[Dataset items]
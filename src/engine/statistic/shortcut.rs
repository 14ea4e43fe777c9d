//! Exact shortcuts: replicates of an `iid` resample computed straight from the replicate's
//! stream, without writing out the resample's weights.
//!
//! Each gives the same bootstrap distribution as drawing the resample and evaluating the
//! statistic on it; only the cost class changes:
//!
//! - the mean of raw rows: the rows are drawn chunk by chunk ([`draw::rows`]) and their values
//!   summed as they come (centred once per job), so a replicate reads n values and writes
//!   nothing;
//! - a share (proportion, exceedance): the resampled number of successes is one Binomial(n, p̂)
//!   draw, O(1) per replicate;
//! - order statistics (median, quantile, interquartile range): the number of draws that land on
//!   the lower half of the sorted units is binomial, so the unit holding a given rank of the
//!   resample is found by splitting the sorted units in halves, O(log n) binomial draws per
//!   replicate, for raw rows and for aggregated data (whose units carry counts) alike.
//!
//! The tests in `tests/statistics/shortcuts.rs` hold each against the plain path.

use std::sync::Arc;

use rand_chacha::ChaCha8Rng;

use super::interpolate;
use crate::engine::data::ColumnLayout;
use crate::engine::draw;

/// At most this many draws left within a range of units, they are drawn one by one and sorted
/// instead of split further: cheaper than the binomial draws that splitting would take.
const DRAW_BELOW: u64 = 24;

/// What one binomial draw costs, in row-draws: about 40 on the machines measured (`bandsaw
/// bench`: a median replicate of 10⁴ rows, 14 splits of two ranks, against the mean's
/// row-draw rate), rounded up so that the work limit errs on the side of caution.
const BINOMIAL_COST: f64 = 50.0;

/// How a statistic's replicate is computed without weights.
#[derive(Debug, Clone)]
pub enum Shortcut {
    /// The mean of raw rows, summed from a copy of the values centred once per job on a typical
    /// value (`centred[j]` = x_j − centre), so that the sum of squares for the standard error
    /// does not cancel; the same numbers as centring each value as it is drawn.
    Mean { centre: f64, centred: Arc<[f64]> },
    /// A share of successes (`successes` of `total`): one binomial draw.
    Share { successes: f64, total: f64 },
    /// Hyndman–Fan definition 7 quantiles at `p`, read from the resample's order statistics; a
    /// second probability makes it their difference (`p[1]`'s quantile minus `p[0]`'s).
    Order(Order),
}

/// The sorted units of a sample and what the order-statistic path needs of them.
#[derive(Debug, Clone)]
pub struct Order {
    p: Vec<f64>,
    /// Cumulative counts (`cum[j]` = the count of the units before unit j, n + 1 entries), for
    /// aggregated data; `None` for raw rows, where every unit counts 1.
    cum: Option<Vec<f64>>,
}

impl Shortcut {
    /// The mean of raw rows, centred on the middle value of the sorted rows (a median). Not on
    /// the mean: one value far out (1e20 among values near 70) drags the mean to ~4.5e16, and a
    /// resample without that value then sums thousands of terms near −4.5e16 whose roundings
    /// (an ulp of 16 384 at 1e20) leave its mean off by hundreds. Centred on a median, such a
    /// resample's terms are small and each rounds relative to itself, and one with the far
    /// value is dominated by it. A median also keeps Σ|x − c| (the sum's rounding bound) least,
    /// and lies within one SD of the mean (|x̄ − m| ≤ E|X − m| ≤ E|X − x̄| ≤ σ, elementary), so
    /// the sum of squares for the standard error loses at most a bit to the subtraction of the
    /// squared mean.
    pub fn mean(c: &ColumnLayout) -> Option<Shortcut> {
        c.raw.then(|| {
            let centre = c.x.get(c.x.len() / 2).copied().unwrap_or(0.0);
            Shortcut::Mean {
                centre,
                centred: c.x.iter().map(|x| x - centre).collect(),
            }
        })
    }

    /// The share of units whose indicator is 1.
    pub fn share(indicator: &[f64], c: &ColumnLayout) -> Shortcut {
        Shortcut::Share {
            successes: indicator.iter().zip(&c.base).map(|(i, b)| i * b).sum(),
            total: c.total,
        }
    }

    /// Quantiles at `p` (one, or two for their difference).
    pub fn order(c: &ColumnLayout, p: &[f64]) -> Shortcut {
        let cum = (!c.raw).then(|| {
            let mut acc = 0.0;
            std::iter::once(0.0)
                .chain(c.base.iter().map(|b| {
                    acc += b;
                    acc
                }))
                .collect()
        });
        Shortcut::Order(Order { p: p.to_vec(), cum })
    }

    /// The work of one replicate over `units` units, in row-draws (see [`crate::engine::cost`]).
    pub fn cost(&self, units: usize) -> f64 {
        match self {
            Shortcut::Mean { .. } => units as f64,
            Shortcut::Share { .. } => BINOMIAL_COST,
            // Two ranks per probability, each split down about log₂(units) levels.
            Shortcut::Order(o) => 2.0 * o.p.len() as f64 * BINOMIAL_COST * ((units as f64).log2().ceil() + 1.0),
        }
    }

    /// True when the shortcut gives a standard error too (studentized intervals).
    pub fn gives_se(&self) -> bool {
        !matches!(self, Shortcut::Order(_))
    }

    /// One replicate's value, and its analytic standard error when `se` asks (NaN otherwise).
    pub fn replicate(&self, c: &ColumnLayout, rng: &mut ChaCha8Rng, se: bool) -> (f64, f64) {
        match self {
            Shortcut::Mean { centre, centred } => {
                let n = c.x.len() as f64;
                if !se {
                    return (centre + draw::resampled_sum(rng, centred) / n, f64::NAN);
                }
                let (s, q) = draw::resampled_sums(rng, centred);
                let d = s / n;
                // The plug-in variance of the resample, σ̂²/n as the mean's analytic SE.
                let var = (q / n - d * d).max(0.0);
                (centre + d, (var / n).sqrt())
            }
            Shortcut::Share { successes, total } => {
                let k = draw::binomial(rng, *total as u64, successes / total) as f64;
                let p = k / total;
                (p, if se { (p * (1.0 - p) / total).sqrt() } else { f64::NAN })
            }
            Shortcut::Order(o) => (o.replicate(&c.x, c.total as u64, rng), f64::NAN),
        }
    }
}

impl Order {
    /// The quantile (or the difference of two) on one resample of `size` draws.
    fn replicate(&self, x: &[f64], size: u64, rng: &mut ChaCha8Rng) -> f64 {
        // Each probability needs order statistics t and t + 1 (0-based) of the resample.
        let mut ranks = [0u64; 4];
        let mut fracs = [0.0; 2];
        for (k, p) in self.p.iter().enumerate() {
            let h = (size - 1) as f64 * p;
            let t = h.floor();
            fracs[k] = h - t;
            ranks[2 * k] = t as u64;
            ranks[2 * k + 1] = (t as u64 + 1).min(size - 1);
        }
        let wanted = &mut ranks[..2 * self.p.len()];
        // Sorted for the descent; remember where each went by sorting (rank, slot) pairs.
        let mut order: [(u64, usize); 4] = [(0, 0); 4];
        for (slot, r) in wanted.iter().enumerate() {
            order[slot] = (*r, slot);
        }
        let order = &mut order[..wanted.len()];
        order.sort_unstable();
        let sorted: [u64; 4] = std::array::from_fn(|k| order.get(k).map_or(0, |o| o.0));
        let mut units = [0usize; 4];
        self.select(rng, 0, x.len(), size, &sorted[..order.len()], &mut units);
        let mut value = [0.0; 4];
        for (k, (_, slot)) in order.iter().enumerate() {
            value[*slot] = x[units[k]];
        }
        let q = |k: usize| interpolate(value[2 * k], value[2 * k + 1], fracs[k]);
        match self.p.len() {
            1 => q(0),
            _ => q(1) - q(0),
        }
    }

    /// The mass of units `lo..hi`.
    fn mass(&self, lo: usize, hi: usize) -> f64 {
        match &self.cum {
            Some(cum) => cum[hi] - cum[lo],
            None => (hi - lo) as f64,
        }
    }

    /// The units holding ranks `ranks` (ascending, each below `m`) of `m` draws that landed on
    /// units `lo..hi`, written to `out` in the same order.
    fn select(&self, rng: &mut ChaCha8Rng, lo: usize, hi: usize, m: u64, ranks: &[u64], out: &mut [usize]) {
        if ranks.is_empty() {
            return;
        }
        if hi - lo == 1 {
            out[..ranks.len()].fill(lo);
            return;
        }
        if m <= DRAW_BELOW {
            self.by_drawing(rng, lo, hi, m, ranks, out);
            return;
        }
        let mid = lo + (hi - lo) / 2;
        let left = draw::binomial(rng, m, self.mass(lo, mid) / self.mass(lo, hi));
        let split = ranks.partition_point(|r| *r < left);
        let mut shifted = [0u64; 4];
        for (s, r) in shifted.iter_mut().zip(&ranks[split..]) {
            *s = r - left;
        }
        let (out_left, out_right) = out.split_at_mut(split);
        self.select(rng, lo, mid, left, &ranks[..split], out_left);
        self.select(rng, mid, hi, m - left, &shifted[..ranks.len() - split], out_right);
    }

    /// The same by drawing the `m` draws' units one by one (by mass) and sorting them. Raw rows
    /// are drawn as [`draw::rows`] draws them, so that a sample of at most [`DRAW_BELOW`] rows
    /// has exactly the plain path's resamples.
    fn by_drawing(&self, rng: &mut ChaCha8Rng, lo: usize, hi: usize, m: u64, ranks: &[u64], out: &mut [usize]) {
        let mut drawn = [0usize; DRAW_BELOW as usize];
        let mut k = 0;
        match &self.cum {
            None if hi - lo <= draw::CHUNK_ROWS => {
                let _ = draw::within(rng, lo, hi - lo, m, |row, weight, _| {
                    if weight > 0.0 {
                        drawn[k] = row;
                        k += 1;
                    }
                });
            }
            None => drawn[..m as usize].fill_with(|| lo + draw::index_below(rng, hi - lo)),
            Some(cum) => drawn[..m as usize].fill_with(|| unit_at(cum, lo, hi, rng)),
        }
        let drawn = &mut drawn[..m as usize];
        drawn.sort_unstable();
        for (o, r) in out.iter_mut().zip(ranks) {
            *o = drawn[*r as usize];
        }
    }
}

/// A unit of `lo..hi` drawn with probability proportional to its count: a uniform whole
/// position in the units' cumulative counts (exact: counts are whole and below 2^53), then the
/// unit whose range holds it.
fn unit_at(cum: &[f64], lo: usize, hi: usize, rng: &mut ChaCha8Rng) -> usize {
    let span = cum[hi] - cum[lo];
    let pos = if span <= f64::from(u32::MAX) {
        f64::from(draw::below(rng, span as u32))
    } else {
        draw::below_wide(rng, span as u64) as f64
    };
    let target = cum[lo] + pos;
    // The unit j with cum[j] ≤ target < cum[j + 1].
    lo + cum[lo + 1..=hi].partition_point(|c| *c <= target)
}
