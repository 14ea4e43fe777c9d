#!/usr/bin/env python3
"""A flood of maximum-size requests against the release server: memory must stay bounded and
every request must get a documented answer.

    python3 scripts/faults/flood.py [--binary target/release/bandsaw] [--requests 600]

Starts `bandsaw serve` on a free loopback port with small, known limits (below), sends
CLIENTS concurrent clients' worth of requests over raw sockets, each of one of three bodies:

  at-limit   exactly --max-body-bytes bytes, --max-rows numbers (padded with spaces): a job runs
  over-rows  exactly --max-body-bytes bytes, one row too many: 422, after the whole body is read
  over-size  one byte over --max-body-bytes: 413, from Content-Length before the body is read

Two thirds of the clients send `Expect: 100-continue` (as curl does for large bodies), so a
refusal (413, or 503 overloaded) comes before they send the body; the rest send the body at
once, and a refusal may then reach them as a reset connection, which is counted and reported.

Meanwhile a thread samples VmRSS from /proc/<pid>/status every few milliseconds, and VmHWM (the
kernel's own peak) at the end. The bound the peak must stay under, from the limits:

  baseline                            RSS after one warm-up request (threads, tables, code)
  + max_connections x 2 x body limit  each connection holds at most one body while it is read;
                                      collecting it into one buffer copies it once
  + min(threads + queue, max_connections) x per job
                                      admitted jobs hold their body and their parsed data:
      per job = body limit + 64 B x max_rows   (the bytes; the floats, sorted copy, units and
                                      replicate buffers, generously eight 8-byte words a row)
  x 1.25                              allocator slack (freed memory kept by malloc's arenas)

The check fails (exit 1) if the peak passes the bound, if any request with Expect got no
documented answer (200, 413, 422, or 503 with Retry-After), or if an answer is not a problem
document where it should be. Prints the figures.
"""

import argparse
import json
import os
import re
import socket
import subprocess
import sys
import threading
import time
from concurrent.futures import ThreadPoolExecutor

LIMITS = {
    "max_body_bytes": 4 * 1024 * 1024,
    "max_rows": 250_000,
    "threads": 2,
    "max_connections": 16,
}
# Two rounds: a short queue, where most jobs are shed (503) before their body is read; and a
# queue longer than the connection limit, where every body is read and every valid job runs.
QUEUES = (2, 32)
CLIENTS = 48
DOCUMENTED = {200, 413, 422, 503}


def padded(text, size):
    raw = text.encode()
    assert len(raw) <= size, (len(raw), size)
    return raw + b" " * (size - len(raw))


def bodies(limit, rows):
    # Invented response times of a service, ms, four decimals: 9 bytes a row.
    values = ",".join(f"{100 + (i * 7919) % 900 + (i % 10) / 10:.4f}" for i in range(rows))
    ok = '{"data": [' + values + '], "statistic": "mean", "resamples": 200, "seed": 11}'
    many = '{"data": [' + ",".join("1" for _ in range(rows + 1)) + '], "statistic": "mean", "seed": 11}'
    return {
        "at-limit": padded(ok, limit),
        "over-rows": padded(many, limit),
        "over-size": padded(ok, limit + 1),
    }


def start(binary, queue):
    args = [
        binary, "serve", "--listen", "127.0.0.1:0",
        "--threads", str(LIMITS["threads"]),
        "--queue", str(queue),
        "--max-body-bytes", str(LIMITS["max_body_bytes"]),
        "--max-rows", str(LIMITS["max_rows"]),
        "--max-connections", str(LIMITS["max_connections"]),
        "--log-format", "json",
    ]
    proc = subprocess.Popen(args, stdout=subprocess.PIPE, stderr=subprocess.DEVNULL, text=True)
    line = proc.stdout.readline()
    m = re.search(r"http://([\d.]+):(\d+)", line)
    if not m:
        proc.kill()
        sys.exit(f"no address line from the server: {line!r}")
    return proc, int(m.group(2))


def read_response(f):
    status_line = f.readline()
    if not status_line:
        raise ConnectionResetError("closed before an answer")
    status = int(status_line.split()[1])
    headers = {}
    while True:
        line = f.readline()
        if line in (b"\r\n", b"\n", b""):
            break
        k, _, v = line.decode().partition(":")
        headers[k.strip().lower()] = v.strip()
    if status == 100:
        return status, headers, b""
    n = int(headers.get("content-length", "0"))
    return status, headers, f.read(n)


def post(port, body, expect):
    """One request on its own connection: (status or 'reset', headers, body)."""
    s = socket.create_connection(("127.0.0.1", port), timeout=120)
    try:
        head = (
            "POST /v1/interval HTTP/1.1\r\nHost: bandsaw\r\nContent-Type: application/json\r\n"
            f"Content-Length: {len(body)}\r\nConnection: close\r\n"
            + ("Expect: 100-continue\r\n" if expect else "") + "\r\n"
        )
        s.sendall(head.encode())
        f = s.makefile("rb")
        if expect:
            status, headers, text = read_response(f)
            if status != 100:
                return status, headers, text
        try:
            s.sendall(body)
        except (BrokenPipeError, ConnectionResetError):
            pass  # the answer may still be readable
        return read_response(f)
    except (ConnectionResetError, BrokenPipeError):
        return "reset", {}, b""
    finally:
        s.close()


def rss_kib(pid, field):
    with open(f"/proc/{pid}/status") as f:
        for line in f:
            if line.startswith(field + ":"):
                return int(line.split()[1])
    raise RuntimeError(f"no {field}")


def check_answer(kind, status, headers, text):
    """A problem with the answer, or None."""
    if status not in DOCUMENTED:
        return f"{kind}: undocumented status {status}"
    if status == 200:
        return None if kind == "at-limit" else f"{kind}: 200"
    doc = json.loads(text)
    expected = {413: "/problems/body-too-large", 422: "/problems/invalid-request", 503: "/problems/overloaded"}
    if doc.get("type") != expected[status]:
        return f"{kind}: {status} with type {doc.get('type')}"
    if status == 503 and "retry-after" not in headers:
        return f"{kind}: 503 without Retry-After"
    return None


def flood(binary, made, requests, queue):
    """One round: the baseline and peak RSS in KiB, the answers, the seconds taken."""
    proc, port = start(binary, queue)
    try:
        warm = post(port, made["at-limit"], True)
        assert warm[0] == 200, warm
        baseline = rss_kib(proc.pid, "VmRSS")
        peak = [baseline]
        done = threading.Event()

        def sample():
            while not done.is_set():
                peak[0] = max(peak[0], rss_kib(proc.pid, "VmRSS"))
                time.sleep(0.005)

        sampler = threading.Thread(target=sample)
        sampler.start()
        kinds = ["at-limit", "over-rows", "over-size"]
        # Every third client of each kind sends its body without Expect.
        plan = [(kinds[i % 3], (i // 3) % 3 != 0) for i in range(requests)]
        started = time.monotonic()
        with ThreadPoolExecutor(CLIENTS) as ex:
            answers = list(ex.map(lambda p: (p[0], p[1], post(port, made[p[0]], p[1])), plan))
        seconds = time.monotonic() - started
        done.set()
        sampler.join()
        peak_kib = max(peak[0], rss_kib(proc.pid, "VmHWM"))
    finally:
        proc.terminate()
        proc.wait(timeout=60)
    return baseline, peak_kib, answers, seconds


def judge(answers):
    """Counts by (kind, status), failures, resets."""
    counts, failures, resets = {}, [], 0
    for kind, expect, (status, headers, text) in answers:
        counts[(kind, status)] = counts.get((kind, status), 0) + 1
        if status == "reset":
            resets += 1
            if expect:
                failures.append(f"{kind}: reset although the client sent Expect: 100-continue")
            continue
        problem = check_answer(kind, status, headers, text)
        if problem:
            failures.append(problem)
    return counts, failures, resets


def main():
    ap = argparse.ArgumentParser()
    ap.add_argument("--binary", default="target/release/bandsaw")
    ap.add_argument("--requests", type=int, default=600)
    a = ap.parse_args()
    limit, rows, conns = LIMITS["max_body_bytes"], LIMITS["max_rows"], LIMITS["max_connections"]
    made = bodies(limit, rows)
    mib = lambda kib: kib / 1024
    all_failures = []
    for queue in QUEUES:
        baseline, peak, answers, seconds = flood(a.binary, made, a.requests, queue)
        per_job = limit + 64 * rows
        holders = min(LIMITS["threads"] + queue, conns)
        bound = int((baseline * 1024 + conns * 2 * limit + holders * per_job) * 1.25) // 1024
        counts, failures, resets = judge(answers)
        print(f"limits: {json.dumps(LIMITS)}, queue {queue}; {CLIENTS} concurrent clients, "
              f"{a.requests} requests in {seconds:.1f} s")
        for (kind, status), n in sorted(counts.items(), key=str):
            print(f"  {kind:9} -> {status}: {n}")
        print(f"figure: queue {queue}: baseline RSS {mib(baseline):.1f} MiB; peak RSS {mib(peak):.1f} MiB; "
              f"bound {mib(bound):.1f} MiB ({100 * peak / bound:.0f} % of it); "
              f"resets seen by clients without Expect: {resets} of {sum(1 for _, e, _ in answers if not e)}")
        if peak > bound:
            failures.append(f"queue {queue}: peak RSS {mib(peak):.1f} MiB over the bound {mib(bound):.1f} MiB")
        all_failures += failures
    for f in all_failures[:20]:
        print("FAIL:", f)
    print(f"flood: {'FAILED' if all_failures else 'passed'} ({len(all_failures)} failures)")
    return 1 if all_failures else 0


if __name__ == "__main__":
    sys.exit(main())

§ Task requirements: Look above for the line with "fn select(&self, rng: &mut"; retype exactly that line, every line after it up to the line with "let left = draw::binomial(rng, m, self.mass(lo, mid)", and that line too, nothing else.

§ Exercise answer:
    fn select(&self, rng: &mut ChaCha8Rng, lo: usize, hi: usize, m: u64, ranks: &[u64], out: &mut [usize]) {
        if ranks.is_empty() {
            return;
        }
        if hi - lo == 1 {
            out[..ranks.len()].fill(lo);
            return;
        }
        if m <= DRAW_BELOW {
            self.by_drawing(rng, lo, hi, m, ranks, out);
            return;
        }
        let mid = lo + (hi - lo) / 2;
        let left = draw::binomial(rng, m, self.mass(lo, mid) / self.mass(lo, hi));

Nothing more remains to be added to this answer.